Support Judicious VA-DoD Sharing Arrangements:  We support the judicious use of VA-DoD sharing arrangements involving network inclusion in the DoD health care program, especially when it includes consolidating physical examinations at the time of separation.  It makes no sense to order a full physical exam on your retirement from the military and then within 30 days the VA has ordered their own complete physical exam with most of the same exotic and expensive exams.  The decision to begin this process represents a good, common-sense approach that should eliminate problems of inconsistency, save time, and take care of veterans in a timely manner. These initiatives will save funding dollars.  AFSA recommends that the committee closely monitor the collaboration process to ensure these sharing projects actually improve access and quality of care for eligible beneficiaries.  DoD beneficiary participation in VA facilities must never endanger the scope or availability of care for traditional VA patients, nor should any VA-DoD sharing arrangement jeopardize access and/or treatment of DoD health services beneficiaries.  One example of a successful joint sharing arrangement is the new clinic with ambulatory care services being in Colorado Springs, Colorado. This will aid the large number of veterans remaining in the area and support the increases in Colorado Springs as a result of BRAC initiatives. The VA and DoD each have a lengthy and comprehensive history of agreeing to work on such projects, but follow-through is lacking.  “We urge these committees to encourage joint VA-DoD efforts, but ask you to exercise close oversight to ensure such arrangements are implemented properly.”

Support VA Subvention:  With more than 40 percent of veterans eligible for Medicare, VA-Medicare subvention is a very promising venture, and AFSA offers support for this effort. Under this plan, Medicare would reimburse the VA for care the VA provides to non-disabled Medicare-eligible veterans at VA medical facilities. This funding method would, no doubt, enhance elderly veterans’ access to VA health care.

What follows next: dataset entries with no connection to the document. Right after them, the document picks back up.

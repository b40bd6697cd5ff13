"""Tokenizers: the built-in byte tokenizer against Python's UTF-8 codec (RFC 3629), batching,
truncation on character boundaries; a local tokenizers-library tokenizer when installed."""

from __future__ import annotations

import pytest
import torch
from hypothesis import given, settings
from hypothesis import strategies as st

from polopt.data.tokenizer import ByteTokenizer, load_tokenizer

TOK = ByteTokenizer()
SAMPLES = ["", "plain ascii", "café crème", "星の図鑑", "emoji 🙃☂ and combining e\u0301", "\x00\n\r\t", "\U0010ffff"]


@pytest.mark.parametrize("text", SAMPLES)
def test_encode_is_the_utf8_bytes(text):
    assert TOK.encode(text) == list(text.encode("utf-8"))
    assert TOK.decode(TOK.encode(text)) == text


@settings(max_examples=300, deadline=None)
@given(st.text())  # every code point but the surrogates, which have no UTF-8 form
def test_round_trip_of_any_text(text):
    ids = TOK.encode(text, add_bos=True, add_eos=True)
    assert ids[0] == TOK.bos_id and ids[-1] == TOK.eos_id
    assert ids[1:-1] == list(text.encode("utf-8"))
    assert TOK.decode(ids) == text
    assert TOK.count(text) == len(text.encode("utf-8"))


@settings(max_examples=200, deadline=None)
@given(st.text(), st.integers(0, 40), st.sampled_from(["right", "left"]))
def test_truncate_keeps_the_longest_whole_characters_within_n_bytes(text, n, side):
    cut = TOK.truncate(text, n, side=side)
    assert len(cut.encode("utf-8")) <= n or cut == text
    assert text.startswith(cut) if side == "right" else text.endswith(cut)
    k = len(cut)
    if len(cut) < len(text):  # one more character would not fit
        more = text[:k + 1] if side == "right" else text[len(text) - k - 1:]
        assert len(more.encode("utf-8")) > n


def test_decode_skips_special_ids_and_replaces_broken_bytes():
    ids = [TOK.bos_id, *"é".encode(), 0xFF, TOK.eos_id, TOK.pad_id]
    # Python's own decoder with errors="replace" gives U+FFFD for the stray byte
    assert TOK.decode(ids) == ("é".encode() + b"\xff").decode("utf-8", errors="replace") == "é\ufffd"


def test_lone_surrogates_are_refused():
    with pytest.raises(UnicodeEncodeError):
        TOK.encode("a\ud800")


def test_batch_encode_right_pads_with_a_mask():
    ids, mask = TOK.batch_encode(["ab", "", "é"], add_eos=True)
    pad, eos = TOK.pad_id, TOK.eos_id
    assert ids.tolist() == [[97, 98, eos], [eos, pad, pad], [0xC3, 0xA9, eos]]
    assert mask.tolist() == [[True, True, True], [True, False, False], [True, True, True]]
    assert ids.dtype == torch.long and mask.dtype == torch.bool
    cut, cut_mask = TOK.batch_encode(["abcdef"], max_length=4)
    assert cut.tolist() == [[97, 98, 99, 100]] and cut_mask.all()
    assert TOK.vocab_size == 259 and len({TOK.pad_id, TOK.bos_id, TOK.eos_id}) == 3


def test_errors():
    with pytest.raises(TypeError, match="text must be a str, got int"):
        TOK.encode(5)
    with pytest.raises(ValueError, match="side must be right or left, got 'middle'"):
        TOK.truncate("abc", 1, side="middle")
    with pytest.raises(ValueError, match=r"tokenizer must be 'byte' or a local directory, got '.*nowhere' \(no such "
                                         r"directory; nothing is downloaded\)"):
        load_tokenizer("/nowhere")
    assert isinstance(load_tokenizer("byte"), ByteTokenizer) and isinstance(load_tokenizer(None), ByteTokenizer)


@pytest.fixture
def word_tokenizer_dir(tmp_path):
    """A tiny word-level tokenizer built with the tokenizers library itself and saved locally."""
    tokenizers = pytest.importorskip("tokenizers")
    from tokenizers import models, pre_tokenizers

    vocab = {"<pad>": 0, "<unk>": 1, "</s>": 2, "the": 3, "map": 4, "room": 5, "is": 6, "upstairs": 7, ".": 8}
    tok = tokenizers.Tokenizer(models.WordLevel(vocab, unk_token="<unk>"))
    tok.pre_tokenizer = pre_tokenizers.Whitespace()
    tok.add_special_tokens(["<pad>", "</s>"])
    tok.save(str(tmp_path / "tokenizer.json"))
    return tmp_path, tok


def test_local_tokenizer_matches_the_library(word_tokenizer_dir):
    directory, reference = word_tokenizer_dir
    tok = load_tokenizer(directory)
    text = "the map room is upstairs ."
    assert tok.encode(text) == reference.encode(text, add_special_tokens=False).ids == [3, 4, 5, 6, 7, 8]
    assert tok.encode(text, add_eos=True)[-1] == 2 and tok.pad_id == 0 and tok.bos_id is None
    assert tok.decode(tok.encode(text)) == reference.decode([3, 4, 5, 6, 7, 8])
    assert tok.count(text) == 6
    assert tok.truncate(text, 3) == "the map room" and tok.truncate(text, 2, side="left") == "upstairs ."
    ids, mask = tok.batch_encode([text, "the room"], add_eos=True)
    assert ids.tolist()[1] == [3, 5, 2, 0, 0, 0, 0] and mask.sum(1).tolist() == [7, 3]
    with pytest.raises(ValueError, match="has no beginning-of-sequence token; pass bos="):
        tok.encode(text, add_bos=True)
    with pytest.raises(ValueError, match="special token '<s>' is not in the vocabulary"):
        load_tokenizer(directory, bos="<s>")


def test_pair_lengths_in_tokens_of_a_local_tokenizer(word_tokenizer_dir, tmp_path):
    import json

    from polopt.data import load_pairs

    directory, _ = word_tokenizer_dir
    path = tmp_path / "p.jsonl"
    path.write_text(json.dumps({"prompt": "the map room", "winner": "is upstairs .", "loser": "is the room"}) + "\n",
                    encoding="utf-8")
    data = load_pairs(path, tokenizer=str(directory), max_length=5, truncation="truncate_response")
    assert data.winner == ["is upstairs"] and data.loser == ["is the"]  # 2 tokens each beside 3 of prompt
    assert data.length == [5] and data.accounting["tokens_removed"] == 2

Support State Veterans Homes:  The State Veterans home program continues to be the preferred provider of long term care for veterans providing over 30,000 beds in 140 state veteran’s homes in all fifty states.   This is over fifty percent of our veteran’s long term population.  Veterans Affairs has formed an ongoing partnership with state governments and the State Veterans Homes, yet it is essential that Congress and the VA recognize that veterans often need a level of care greater than what the per diem reimbursement rate provides. The current challenge is the enhanced per diem program that went into effect twenty three months ago. These homes are an excellent federal investment since the states provide funding for two-thirds of total operating costs. We urge your committees to take a close look at the required level of support to protect these important national assets

This program continues to cause hardships by not providing sufficient compensation for the cost of care that is being provided to our service connected veterans in state homes.  This issue has caused state homes to limit or refrain from admitting eligible veterans in their homes. The state homes have worked with the VA for the past 23 months on an administrative fix.  There is still a need for a legislative solution that will provide proper reimbursement for our service connected veterans. We urge this committee to take a close look at the required level of support to protect these important national assets, and further, to consider them as opportunities to provide high quality care for our nation’s veterans while simultaneously minimizing the cost of providing that care.  With current military activities, our nation will bear the burden of a generation of service-members who have been inflicted with severe disabilities who will need a health care environment in which to live.  In recognizing this, we must be prepared to fund, build, and maintain significantly more facilities than we have today.  Unfortunately, many families will have to make the difficult decision to place their loved one in a veterans’ home.  It is absolutely necessary that our nation’s leaders ensure there is room for them and quality care available.  We must plan now--not later!  We must determine funding now, start building now, and become proactive in our approach to provide long-term care for the next 50 to 75 years for this generation of service members.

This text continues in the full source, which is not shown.